Bu resimde Yunan Mitolojisi’nde Ay tanrıçası olarak bilinen Selene görülüyor. Yunan şair Hesiod’un Theogony isimli eserinde aktardığına göre, Selene Güneş tanrısı Helios ve gün doğumunun tanrıçası Eos’un kardeşidir. Efsaneye göre, kardeşi Helios gökyüzündeki yolculuğunu bitirdiğinde, atların çektiği arabasıyla sıra Selene’ye gelirdi.
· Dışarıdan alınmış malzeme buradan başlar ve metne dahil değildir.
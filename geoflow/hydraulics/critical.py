"""Critical water-surface elevation as the level of minimum specific energy.

Specific energy E(h) = y + alpha(h) Q^2 / (2 g A(h)^2), with y the depth above the thalweg and
alpha the kinetic-energy coefficient of the subdivided section (Chow 1959, Open-Channel
Hydraulics, ch. 3, from memory). For a single-subdivision section the minimum satisfies
Q^2 T / (g A^3) = 1. Compound sections can have several local minima of E; every one found on the
table levels is refined by a bounded grid-zooming search, and the one with the LOWEST specific energy
is reported (common practice, no source). ``minima`` says how many local minima were found.
"""
from __future__ import annotations

from dataclasses import dataclass

import numpy as np

from geoflow.errors import HydraulicsError
from geoflow.hydraulics.geometry import SectionTable, properties
from geoflow.hydraulics.roots import zoom_minimum

G = 9.80665


@dataclass(frozen=True)
class CriticalResult:
    """Critical WSE per discharge (arrays (E,)): wse (m), specific energy (m above the
    thalweg) and the number of local minima of specific energy found."""

    wse: np.ndarray
    specific_energy: np.ndarray
    minima: np.ndarray


def specific_energy(table: SectionTable, wse, discharge, g: float = G):
    """E = (wse - thalweg) + alpha Q^2 / (2 g A^2), m; inf where the section is dry."""
    p = properties(table, wse)
    q = np.broadcast_to(np.asarray(discharge, dtype=float), p.area.shape)
    with np.errstate(divide="ignore"):
        return p.depth + p.alpha * q * q / (2.0 * g * p.area ** 2)


def _scan_levels(table: SectionTable, q_max: float, g: float):
    """Table levels above the thalweg plus levels far above the top (walls), with alpha, A.
    The extension reaches 4096 times the larger of the relief, 1 m and the critical depth of a
    rectangle as wide as the section."""
    width = table.station[-1] - table.station[0]
    scale = max(table.top - table.thalweg, 1.0, (q_max ** 2 / (g * width ** 2)) ** (1 / 3))
    far = table.levels[-1] + scale * 2.0 ** np.arange(-3, 13)
    p_far = properties(table, far)
    keep = table.levels > table.thalweg
    lv = np.concatenate([table.levels[keep], far])
    alpha = np.concatenate([table.at_levels.alpha[keep], p_far.alpha])
    area = np.concatenate([table.at_levels.area[keep], p_far.area])
    return lv, lv - table.thalweg, alpha, area


def critical_wse(table: SectionTable, discharge, g: float = G, xtol: float = 1e-4) -> CriticalResult:
    """Critical WSE of ``table`` for each discharge in ``discharge`` (scalar or (E,), > 0)."""
    q = np.atleast_1d(np.asarray(discharge, dtype=float))
    if not np.all(np.isfinite(q) & (q > 0)):
        raise HydraulicsError(f"section {table.name!r}: discharge must be finite and > 0 "
                              "to find critical depth")
    lv, y, alpha, area = _scan_levels(table, float(q.max()), g)
    with np.errstate(divide="ignore", invalid="ignore"):
        e = y[None, :] + alpha[None, :] * q[:, None] ** 2 / (2.0 * g * area[None, :] ** 2)
    e[np.isnan(e)] = np.inf
    pad = np.full((q.size, 1), np.inf)
    ep = np.hstack([pad, e, pad])
    is_min = (ep[:, 1:-1] <= ep[:, :-2]) & (ep[:, 1:-1] < ep[:, 2:])
    is_min[np.arange(q.size), np.argmin(e, axis=1)] = True  # the grid minimum is always a candidate
    ev, j = np.nonzero(is_min)
    lv_pad = np.concatenate([[table.thalweg], lv, [lv[-1]]])
    lo, hi = lv_pad[j], lv_pad[j + 2]

    def fun(x, idx):
        return specific_energy(table, x, q[ev[idx]], g)

    x, ex = zoom_minimum(fun, lo, hi, xtol=xtol, points=25)
    e_grid = e[ev, j]
    grid_better = e_grid < ex
    x = np.where(grid_better, lv[j], x)
    ex = np.where(grid_better, e_grid, ex)
    by_x = np.lexsort((x, ev))
    distinct = np.concatenate([[True], (ev[by_x][1:] != ev[by_x][:-1])
                               | (np.diff(x[by_x]) > 1e-4)])
    order = np.lexsort((ex, ev))
    ev_s = ev[order]
    first = np.concatenate([[True], ev_s[1:] != ev_s[:-1]])
    pick = order[first]
    return CriticalResult(wse=x[pick], specific_energy=ex[pick],
                          minima=np.bincount(ev[by_x][distinct], minlength=q.size))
Aublet, bu eserinde Selene’yi atları olmadan tek başına gökyüzünde süzülürken resmetmiş. Selene’nin arkasında gördüğümüz dağlar efsanelerde geçen Latmos (Beşparmak) Dağları ve Selene’nin parlak teniyle üzerinde yükseldiği su birikintisi Bafa Gölü olabilir mi?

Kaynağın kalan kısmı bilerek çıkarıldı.